It is no place to be alone. With every step you’re at risk and if you break a leg you stay forever. I wear work shoes up here with thick, cleated, composition soles. Uncleated soles, even of rubber or crepe, are no good. The water bounces and sprays up the sides of the sleek rocks and sometimes wets their tops and they can become like greased slides if you don’t have the right kind of shoes on.
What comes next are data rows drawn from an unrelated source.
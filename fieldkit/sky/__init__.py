"""Sky layer: which channel works at which hour, and how far it reaches from the site.

Public entry points
-------------------
sky_json(spec) -> dict
    The `fieldkit sky` contract (ARCHITECTURE.md): monthly-median sky estimate from IRI (PyIRI),
    optional sounding, reach per channel per hour, sunrise/sunset and the channel day.
elevation_deg(*, ground_range_km, virtual_height_km), ground_range_km(*, elevation_deg, virtual_height_km)
    One-hop spherical-earth geometry for the other layers.
"""

from fieldkit.sky.day import sky_json
from fieldkit.sky.path_geometry import elevation_deg, ground_range_km

__all__ = ["elevation_deg", "ground_range_km", "sky_json"]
I wear heavy cord pants, a heavy wool shirt, and a brimmed hat that otherwise hangs on a peg in the cabin. I carry a canvas creel slung on a strap over my shoulder that lies flat against my side until I put something in it. I carry six lures in a flat plastic box in one button-down shin pocket, a candy bar in the other, and a single rod and reel. You’ve got to have one hand free to help you from rock to rock and the fewer things you have dangling from your frame, the fewer chances there are to snag on something.

Moving around up there, I missed Bucky. We always had eye contact with each other and that’s almost like having an extra hand.

I worked carefully down to the next lower pool and began some serious fishing. Pierre lived in that pool. Pierre is a trout and, as I said, he always has lived there and always will. I hooked him once two years ago and if I’d had a net I could have landed him. But I never carry a net because it’s just one more thing that could get you in trouble; and besides, I didn’t want to catch Pierre. He’s King here, and I just visit.

I use a green and gold rooster tail as lure, one-eighth ounce in weight if the wind’s up, one-sixteenth if the air is still. I drop the lure in the white water in the center of the stream and draw it across his domain, about a foot down and flashing all the way in the clear green pool. He always comes out and sniffs at it — at least once — and two years ago the hook snagged him on the underside of the lower lip and drew him to the edge where he wiggled free and swam away.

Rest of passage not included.